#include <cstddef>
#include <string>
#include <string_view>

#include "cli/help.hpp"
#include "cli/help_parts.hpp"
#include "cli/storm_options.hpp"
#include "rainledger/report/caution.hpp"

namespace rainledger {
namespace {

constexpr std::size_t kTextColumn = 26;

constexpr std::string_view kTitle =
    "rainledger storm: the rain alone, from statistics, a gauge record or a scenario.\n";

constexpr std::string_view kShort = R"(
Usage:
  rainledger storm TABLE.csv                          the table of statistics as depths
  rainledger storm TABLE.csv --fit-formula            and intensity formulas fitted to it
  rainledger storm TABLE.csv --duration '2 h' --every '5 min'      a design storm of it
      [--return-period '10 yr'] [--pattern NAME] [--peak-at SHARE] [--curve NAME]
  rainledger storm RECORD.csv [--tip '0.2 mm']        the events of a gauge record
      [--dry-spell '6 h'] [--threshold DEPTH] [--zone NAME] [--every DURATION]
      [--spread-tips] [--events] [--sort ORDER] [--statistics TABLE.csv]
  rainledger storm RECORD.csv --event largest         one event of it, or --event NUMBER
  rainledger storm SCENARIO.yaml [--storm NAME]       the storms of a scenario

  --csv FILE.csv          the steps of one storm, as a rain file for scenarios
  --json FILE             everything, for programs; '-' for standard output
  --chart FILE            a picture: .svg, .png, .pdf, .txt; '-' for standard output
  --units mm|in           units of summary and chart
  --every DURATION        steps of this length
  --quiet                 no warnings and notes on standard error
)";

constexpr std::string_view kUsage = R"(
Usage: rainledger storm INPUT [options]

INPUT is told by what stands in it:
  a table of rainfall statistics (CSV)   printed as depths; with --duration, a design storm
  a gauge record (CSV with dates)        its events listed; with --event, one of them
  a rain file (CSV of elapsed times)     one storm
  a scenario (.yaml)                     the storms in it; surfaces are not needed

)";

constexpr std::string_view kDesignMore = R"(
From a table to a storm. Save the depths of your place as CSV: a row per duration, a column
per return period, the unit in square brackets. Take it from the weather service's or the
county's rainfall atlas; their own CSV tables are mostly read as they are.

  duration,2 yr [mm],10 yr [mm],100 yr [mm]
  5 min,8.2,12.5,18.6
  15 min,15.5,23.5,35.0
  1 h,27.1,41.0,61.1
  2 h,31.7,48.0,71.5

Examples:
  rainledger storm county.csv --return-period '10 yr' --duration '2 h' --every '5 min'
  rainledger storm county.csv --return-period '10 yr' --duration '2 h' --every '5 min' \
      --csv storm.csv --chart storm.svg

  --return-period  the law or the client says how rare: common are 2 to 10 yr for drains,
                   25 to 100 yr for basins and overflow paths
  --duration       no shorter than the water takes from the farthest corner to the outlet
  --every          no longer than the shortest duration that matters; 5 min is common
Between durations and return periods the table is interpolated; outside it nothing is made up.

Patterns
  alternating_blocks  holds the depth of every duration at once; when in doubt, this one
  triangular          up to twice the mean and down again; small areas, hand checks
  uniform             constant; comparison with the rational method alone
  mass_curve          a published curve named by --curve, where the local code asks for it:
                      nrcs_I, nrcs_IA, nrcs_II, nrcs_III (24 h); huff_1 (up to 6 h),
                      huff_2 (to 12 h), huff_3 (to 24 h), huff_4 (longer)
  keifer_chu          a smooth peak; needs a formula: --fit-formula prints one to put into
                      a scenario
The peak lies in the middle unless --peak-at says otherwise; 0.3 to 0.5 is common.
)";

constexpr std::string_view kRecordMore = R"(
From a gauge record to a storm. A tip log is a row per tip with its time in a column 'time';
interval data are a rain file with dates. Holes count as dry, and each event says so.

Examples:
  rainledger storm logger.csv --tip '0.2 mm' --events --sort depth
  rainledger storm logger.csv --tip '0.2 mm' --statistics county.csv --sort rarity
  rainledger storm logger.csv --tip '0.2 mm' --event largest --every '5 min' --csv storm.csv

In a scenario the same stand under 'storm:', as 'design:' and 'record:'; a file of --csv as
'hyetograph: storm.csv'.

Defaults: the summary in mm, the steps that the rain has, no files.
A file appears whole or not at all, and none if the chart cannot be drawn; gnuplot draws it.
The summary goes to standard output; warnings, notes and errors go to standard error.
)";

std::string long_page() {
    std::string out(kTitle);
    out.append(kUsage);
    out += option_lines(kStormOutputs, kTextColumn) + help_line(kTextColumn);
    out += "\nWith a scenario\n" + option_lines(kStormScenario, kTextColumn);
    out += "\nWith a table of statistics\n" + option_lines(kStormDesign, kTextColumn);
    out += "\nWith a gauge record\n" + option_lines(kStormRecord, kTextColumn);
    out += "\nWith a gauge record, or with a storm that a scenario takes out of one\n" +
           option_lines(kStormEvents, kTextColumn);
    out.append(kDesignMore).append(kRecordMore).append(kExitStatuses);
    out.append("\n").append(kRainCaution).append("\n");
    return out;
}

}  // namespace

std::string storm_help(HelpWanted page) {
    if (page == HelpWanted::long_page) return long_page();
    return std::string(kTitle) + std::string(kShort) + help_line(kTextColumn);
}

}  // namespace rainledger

...

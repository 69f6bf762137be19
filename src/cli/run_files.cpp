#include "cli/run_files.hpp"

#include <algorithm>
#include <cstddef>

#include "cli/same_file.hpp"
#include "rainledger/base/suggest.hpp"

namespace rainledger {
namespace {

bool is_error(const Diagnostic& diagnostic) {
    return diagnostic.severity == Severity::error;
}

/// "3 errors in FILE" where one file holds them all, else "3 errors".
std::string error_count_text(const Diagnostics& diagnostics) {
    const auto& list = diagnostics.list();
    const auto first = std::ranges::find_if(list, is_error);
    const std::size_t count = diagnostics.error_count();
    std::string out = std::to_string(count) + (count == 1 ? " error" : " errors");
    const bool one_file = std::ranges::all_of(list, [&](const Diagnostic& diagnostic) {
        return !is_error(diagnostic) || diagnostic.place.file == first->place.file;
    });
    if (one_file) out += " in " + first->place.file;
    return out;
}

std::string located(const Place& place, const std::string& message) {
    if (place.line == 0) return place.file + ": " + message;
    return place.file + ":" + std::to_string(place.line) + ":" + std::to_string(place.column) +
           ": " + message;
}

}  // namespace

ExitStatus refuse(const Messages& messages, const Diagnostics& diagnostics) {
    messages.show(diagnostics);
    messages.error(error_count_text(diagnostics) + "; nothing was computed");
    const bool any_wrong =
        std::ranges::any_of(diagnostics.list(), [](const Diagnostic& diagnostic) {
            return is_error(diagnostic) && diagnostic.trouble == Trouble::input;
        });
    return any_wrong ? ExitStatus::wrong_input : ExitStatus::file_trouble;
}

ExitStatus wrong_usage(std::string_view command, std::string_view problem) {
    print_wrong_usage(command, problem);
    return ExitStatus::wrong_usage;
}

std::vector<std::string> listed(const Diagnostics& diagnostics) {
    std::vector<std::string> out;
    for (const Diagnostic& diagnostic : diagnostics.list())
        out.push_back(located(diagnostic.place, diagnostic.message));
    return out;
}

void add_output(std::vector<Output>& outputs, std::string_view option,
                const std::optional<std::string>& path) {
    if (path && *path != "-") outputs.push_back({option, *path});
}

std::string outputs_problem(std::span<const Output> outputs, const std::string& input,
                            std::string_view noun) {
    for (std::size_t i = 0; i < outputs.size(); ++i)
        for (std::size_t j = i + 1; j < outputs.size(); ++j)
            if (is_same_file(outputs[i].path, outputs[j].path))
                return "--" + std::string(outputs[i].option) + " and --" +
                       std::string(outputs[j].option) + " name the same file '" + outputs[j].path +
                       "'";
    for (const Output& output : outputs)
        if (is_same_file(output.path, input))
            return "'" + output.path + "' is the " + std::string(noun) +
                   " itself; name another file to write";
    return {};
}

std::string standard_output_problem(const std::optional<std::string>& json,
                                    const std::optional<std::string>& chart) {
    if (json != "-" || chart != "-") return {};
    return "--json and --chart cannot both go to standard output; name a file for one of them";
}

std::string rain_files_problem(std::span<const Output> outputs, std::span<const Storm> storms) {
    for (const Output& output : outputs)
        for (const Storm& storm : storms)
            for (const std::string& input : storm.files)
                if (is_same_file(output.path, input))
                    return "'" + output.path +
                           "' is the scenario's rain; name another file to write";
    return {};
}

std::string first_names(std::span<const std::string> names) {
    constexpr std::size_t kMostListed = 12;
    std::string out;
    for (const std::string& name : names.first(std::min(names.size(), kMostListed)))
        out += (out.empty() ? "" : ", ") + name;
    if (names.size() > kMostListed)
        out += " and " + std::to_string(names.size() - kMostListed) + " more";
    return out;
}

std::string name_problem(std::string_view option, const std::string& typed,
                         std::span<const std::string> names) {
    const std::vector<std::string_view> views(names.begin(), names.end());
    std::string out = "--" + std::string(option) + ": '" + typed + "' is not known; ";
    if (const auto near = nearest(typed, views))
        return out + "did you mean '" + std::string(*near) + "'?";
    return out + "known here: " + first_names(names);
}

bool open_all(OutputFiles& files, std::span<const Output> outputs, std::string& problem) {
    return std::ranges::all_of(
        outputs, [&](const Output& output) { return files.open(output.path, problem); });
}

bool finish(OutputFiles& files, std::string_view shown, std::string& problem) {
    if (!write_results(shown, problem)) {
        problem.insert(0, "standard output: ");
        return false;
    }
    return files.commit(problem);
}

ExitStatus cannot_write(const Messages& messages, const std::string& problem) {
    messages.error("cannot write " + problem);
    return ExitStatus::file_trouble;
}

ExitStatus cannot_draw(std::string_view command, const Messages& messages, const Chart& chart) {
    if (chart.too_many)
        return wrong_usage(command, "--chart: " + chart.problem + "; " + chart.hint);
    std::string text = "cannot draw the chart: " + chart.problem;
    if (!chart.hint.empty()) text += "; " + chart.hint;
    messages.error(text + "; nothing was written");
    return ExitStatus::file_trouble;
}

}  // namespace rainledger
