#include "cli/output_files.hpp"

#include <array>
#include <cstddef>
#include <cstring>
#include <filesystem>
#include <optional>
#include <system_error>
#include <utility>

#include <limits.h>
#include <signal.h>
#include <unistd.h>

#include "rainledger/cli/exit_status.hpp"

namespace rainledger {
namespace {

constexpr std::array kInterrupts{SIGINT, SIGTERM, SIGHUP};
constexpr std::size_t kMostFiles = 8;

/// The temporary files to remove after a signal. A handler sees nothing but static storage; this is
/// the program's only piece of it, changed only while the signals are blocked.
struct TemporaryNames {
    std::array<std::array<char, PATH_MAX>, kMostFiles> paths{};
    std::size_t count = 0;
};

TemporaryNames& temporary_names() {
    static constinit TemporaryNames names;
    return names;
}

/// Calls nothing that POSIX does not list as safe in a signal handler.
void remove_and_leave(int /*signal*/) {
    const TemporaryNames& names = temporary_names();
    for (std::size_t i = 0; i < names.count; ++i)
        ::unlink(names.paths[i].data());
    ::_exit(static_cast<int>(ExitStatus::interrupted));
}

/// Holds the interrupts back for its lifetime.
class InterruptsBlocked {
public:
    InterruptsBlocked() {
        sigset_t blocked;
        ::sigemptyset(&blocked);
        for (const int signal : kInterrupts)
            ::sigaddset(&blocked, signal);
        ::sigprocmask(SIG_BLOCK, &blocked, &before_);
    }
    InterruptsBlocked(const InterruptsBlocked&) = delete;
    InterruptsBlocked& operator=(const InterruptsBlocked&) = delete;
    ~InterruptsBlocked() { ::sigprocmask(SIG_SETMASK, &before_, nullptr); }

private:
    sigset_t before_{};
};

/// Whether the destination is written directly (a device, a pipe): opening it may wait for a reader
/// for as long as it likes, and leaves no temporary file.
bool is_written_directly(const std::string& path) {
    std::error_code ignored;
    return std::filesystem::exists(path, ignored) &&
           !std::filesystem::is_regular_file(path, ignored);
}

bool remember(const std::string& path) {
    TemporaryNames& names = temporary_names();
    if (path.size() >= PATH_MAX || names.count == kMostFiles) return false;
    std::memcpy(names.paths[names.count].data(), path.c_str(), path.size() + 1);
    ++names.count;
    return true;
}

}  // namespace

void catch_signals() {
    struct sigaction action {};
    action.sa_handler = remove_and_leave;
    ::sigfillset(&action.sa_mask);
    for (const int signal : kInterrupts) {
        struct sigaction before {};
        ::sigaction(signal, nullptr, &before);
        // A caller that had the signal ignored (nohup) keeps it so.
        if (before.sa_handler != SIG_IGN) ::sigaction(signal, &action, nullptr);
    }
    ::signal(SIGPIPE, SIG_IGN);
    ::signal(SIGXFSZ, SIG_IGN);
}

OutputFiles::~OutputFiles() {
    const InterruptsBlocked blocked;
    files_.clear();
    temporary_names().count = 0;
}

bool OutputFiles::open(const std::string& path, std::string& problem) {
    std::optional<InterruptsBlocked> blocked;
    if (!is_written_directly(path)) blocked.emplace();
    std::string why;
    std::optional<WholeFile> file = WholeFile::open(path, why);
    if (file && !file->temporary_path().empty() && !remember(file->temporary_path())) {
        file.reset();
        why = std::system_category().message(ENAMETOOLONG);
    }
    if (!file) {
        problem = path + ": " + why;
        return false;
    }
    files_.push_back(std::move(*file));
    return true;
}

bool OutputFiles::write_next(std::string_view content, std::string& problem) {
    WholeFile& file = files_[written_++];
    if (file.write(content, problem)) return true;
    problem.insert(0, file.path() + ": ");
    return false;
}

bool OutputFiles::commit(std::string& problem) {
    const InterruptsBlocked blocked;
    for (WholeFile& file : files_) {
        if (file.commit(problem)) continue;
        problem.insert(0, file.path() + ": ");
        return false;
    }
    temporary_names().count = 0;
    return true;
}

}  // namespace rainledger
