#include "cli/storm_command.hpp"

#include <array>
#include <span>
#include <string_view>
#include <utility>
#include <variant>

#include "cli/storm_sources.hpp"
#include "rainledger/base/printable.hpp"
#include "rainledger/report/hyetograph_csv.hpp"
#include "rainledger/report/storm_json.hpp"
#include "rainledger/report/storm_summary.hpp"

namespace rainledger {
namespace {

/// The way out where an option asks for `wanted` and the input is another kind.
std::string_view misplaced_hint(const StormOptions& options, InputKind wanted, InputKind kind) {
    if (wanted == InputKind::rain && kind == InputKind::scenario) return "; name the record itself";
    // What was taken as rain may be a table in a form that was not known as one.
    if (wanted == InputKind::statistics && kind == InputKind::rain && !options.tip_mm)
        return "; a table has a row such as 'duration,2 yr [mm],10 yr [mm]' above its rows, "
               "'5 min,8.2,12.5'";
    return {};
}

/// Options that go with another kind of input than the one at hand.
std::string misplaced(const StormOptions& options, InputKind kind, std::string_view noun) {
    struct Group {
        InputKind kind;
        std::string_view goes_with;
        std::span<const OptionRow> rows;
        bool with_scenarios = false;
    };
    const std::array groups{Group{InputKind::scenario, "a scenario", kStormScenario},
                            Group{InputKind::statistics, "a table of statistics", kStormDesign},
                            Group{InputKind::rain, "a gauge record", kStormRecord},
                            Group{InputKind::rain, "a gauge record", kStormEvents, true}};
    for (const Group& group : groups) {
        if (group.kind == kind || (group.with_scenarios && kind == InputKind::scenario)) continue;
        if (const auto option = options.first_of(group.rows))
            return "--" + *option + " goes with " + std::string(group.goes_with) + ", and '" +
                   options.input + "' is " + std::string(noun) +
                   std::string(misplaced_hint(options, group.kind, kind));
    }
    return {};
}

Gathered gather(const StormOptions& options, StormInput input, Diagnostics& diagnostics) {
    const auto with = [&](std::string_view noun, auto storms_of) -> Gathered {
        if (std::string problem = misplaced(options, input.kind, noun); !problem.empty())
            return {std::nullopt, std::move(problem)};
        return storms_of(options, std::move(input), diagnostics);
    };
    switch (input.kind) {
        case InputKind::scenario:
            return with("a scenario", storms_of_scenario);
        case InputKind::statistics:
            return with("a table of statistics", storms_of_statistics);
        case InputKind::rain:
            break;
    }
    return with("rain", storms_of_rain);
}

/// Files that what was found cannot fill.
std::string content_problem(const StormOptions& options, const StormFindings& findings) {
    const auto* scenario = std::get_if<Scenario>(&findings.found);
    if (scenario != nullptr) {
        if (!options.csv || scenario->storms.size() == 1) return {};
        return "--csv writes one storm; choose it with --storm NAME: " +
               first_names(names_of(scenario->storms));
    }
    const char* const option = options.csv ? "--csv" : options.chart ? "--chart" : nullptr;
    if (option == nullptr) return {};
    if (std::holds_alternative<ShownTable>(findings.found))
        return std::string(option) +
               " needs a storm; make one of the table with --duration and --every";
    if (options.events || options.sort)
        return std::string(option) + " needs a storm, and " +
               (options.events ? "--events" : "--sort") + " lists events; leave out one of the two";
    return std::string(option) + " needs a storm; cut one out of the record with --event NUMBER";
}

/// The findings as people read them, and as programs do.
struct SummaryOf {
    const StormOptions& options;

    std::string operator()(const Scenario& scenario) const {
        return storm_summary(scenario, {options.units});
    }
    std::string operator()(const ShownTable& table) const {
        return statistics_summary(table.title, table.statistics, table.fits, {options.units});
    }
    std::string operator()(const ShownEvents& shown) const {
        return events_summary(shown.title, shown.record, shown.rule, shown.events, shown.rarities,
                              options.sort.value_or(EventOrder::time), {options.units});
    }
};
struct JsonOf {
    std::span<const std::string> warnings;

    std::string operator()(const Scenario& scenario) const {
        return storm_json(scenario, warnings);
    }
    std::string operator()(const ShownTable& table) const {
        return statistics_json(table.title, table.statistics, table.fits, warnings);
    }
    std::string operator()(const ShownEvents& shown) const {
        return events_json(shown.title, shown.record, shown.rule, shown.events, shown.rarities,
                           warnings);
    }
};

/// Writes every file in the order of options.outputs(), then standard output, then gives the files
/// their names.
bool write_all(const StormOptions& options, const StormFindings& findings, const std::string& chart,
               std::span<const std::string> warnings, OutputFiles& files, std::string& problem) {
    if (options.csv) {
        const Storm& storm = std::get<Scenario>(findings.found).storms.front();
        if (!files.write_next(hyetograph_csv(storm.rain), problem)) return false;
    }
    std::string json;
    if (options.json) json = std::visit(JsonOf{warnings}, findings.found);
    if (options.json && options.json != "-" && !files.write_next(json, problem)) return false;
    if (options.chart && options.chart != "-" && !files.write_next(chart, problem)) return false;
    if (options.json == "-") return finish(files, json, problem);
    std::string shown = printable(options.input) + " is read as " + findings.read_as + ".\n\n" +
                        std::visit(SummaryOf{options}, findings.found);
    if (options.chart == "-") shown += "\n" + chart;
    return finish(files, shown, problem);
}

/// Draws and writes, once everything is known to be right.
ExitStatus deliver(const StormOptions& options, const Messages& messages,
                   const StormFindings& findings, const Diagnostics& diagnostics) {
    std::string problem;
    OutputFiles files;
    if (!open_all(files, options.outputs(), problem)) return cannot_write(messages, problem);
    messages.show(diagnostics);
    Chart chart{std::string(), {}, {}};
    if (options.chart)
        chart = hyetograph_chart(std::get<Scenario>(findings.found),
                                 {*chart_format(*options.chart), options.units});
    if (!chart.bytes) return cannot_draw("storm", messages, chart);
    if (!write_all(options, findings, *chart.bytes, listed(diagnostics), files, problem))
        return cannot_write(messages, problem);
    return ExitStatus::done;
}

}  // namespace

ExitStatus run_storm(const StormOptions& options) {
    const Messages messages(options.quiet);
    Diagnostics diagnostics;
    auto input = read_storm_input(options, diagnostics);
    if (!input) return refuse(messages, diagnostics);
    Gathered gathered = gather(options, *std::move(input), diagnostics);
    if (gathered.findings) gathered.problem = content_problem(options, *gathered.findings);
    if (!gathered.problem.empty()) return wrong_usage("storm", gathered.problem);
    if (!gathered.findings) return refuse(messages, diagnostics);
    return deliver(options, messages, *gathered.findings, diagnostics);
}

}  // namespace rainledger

### [Work to be completed]
Go through the entries above and copy out every line that includes the word "everything".

### [Task response]
  --json FILE             everything, for programs; '-' for standard output
/// Draws and writes, once everything is known to be right.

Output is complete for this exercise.